_PROVIDED RECORDS_:
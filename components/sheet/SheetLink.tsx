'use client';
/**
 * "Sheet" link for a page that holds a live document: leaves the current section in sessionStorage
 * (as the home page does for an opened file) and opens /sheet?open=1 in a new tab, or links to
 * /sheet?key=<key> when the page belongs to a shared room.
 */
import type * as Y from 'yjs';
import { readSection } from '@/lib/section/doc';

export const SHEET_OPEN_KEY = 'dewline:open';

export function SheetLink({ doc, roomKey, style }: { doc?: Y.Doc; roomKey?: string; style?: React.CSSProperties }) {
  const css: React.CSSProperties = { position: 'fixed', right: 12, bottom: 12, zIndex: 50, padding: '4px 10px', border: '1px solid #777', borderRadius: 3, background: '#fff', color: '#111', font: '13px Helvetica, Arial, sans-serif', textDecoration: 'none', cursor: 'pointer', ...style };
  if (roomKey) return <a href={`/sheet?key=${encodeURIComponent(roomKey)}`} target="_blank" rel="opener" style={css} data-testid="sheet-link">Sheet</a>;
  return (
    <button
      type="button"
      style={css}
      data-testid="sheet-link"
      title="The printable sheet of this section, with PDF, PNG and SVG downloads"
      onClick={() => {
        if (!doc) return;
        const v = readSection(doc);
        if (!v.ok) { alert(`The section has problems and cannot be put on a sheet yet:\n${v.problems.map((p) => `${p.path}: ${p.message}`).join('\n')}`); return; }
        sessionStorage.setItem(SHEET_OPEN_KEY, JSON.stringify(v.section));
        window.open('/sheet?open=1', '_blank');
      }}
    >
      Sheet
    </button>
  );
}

_TASK GOAL_: Copy the lines of the data above exactly as written, beginning with the line containing "if (!doc) return;" and ending with the line containing "section has problems", and leave out all other lines.

_ANSWER BOX_:
        if (!doc) return;
        const v = readSection(doc);
        if (!v.ok) { alert(`The section has problems and cannot be put on a sheet yet:\n${v.problems.map((p) => `${p.path}: ${p.message}`).join('\n')}`); return; }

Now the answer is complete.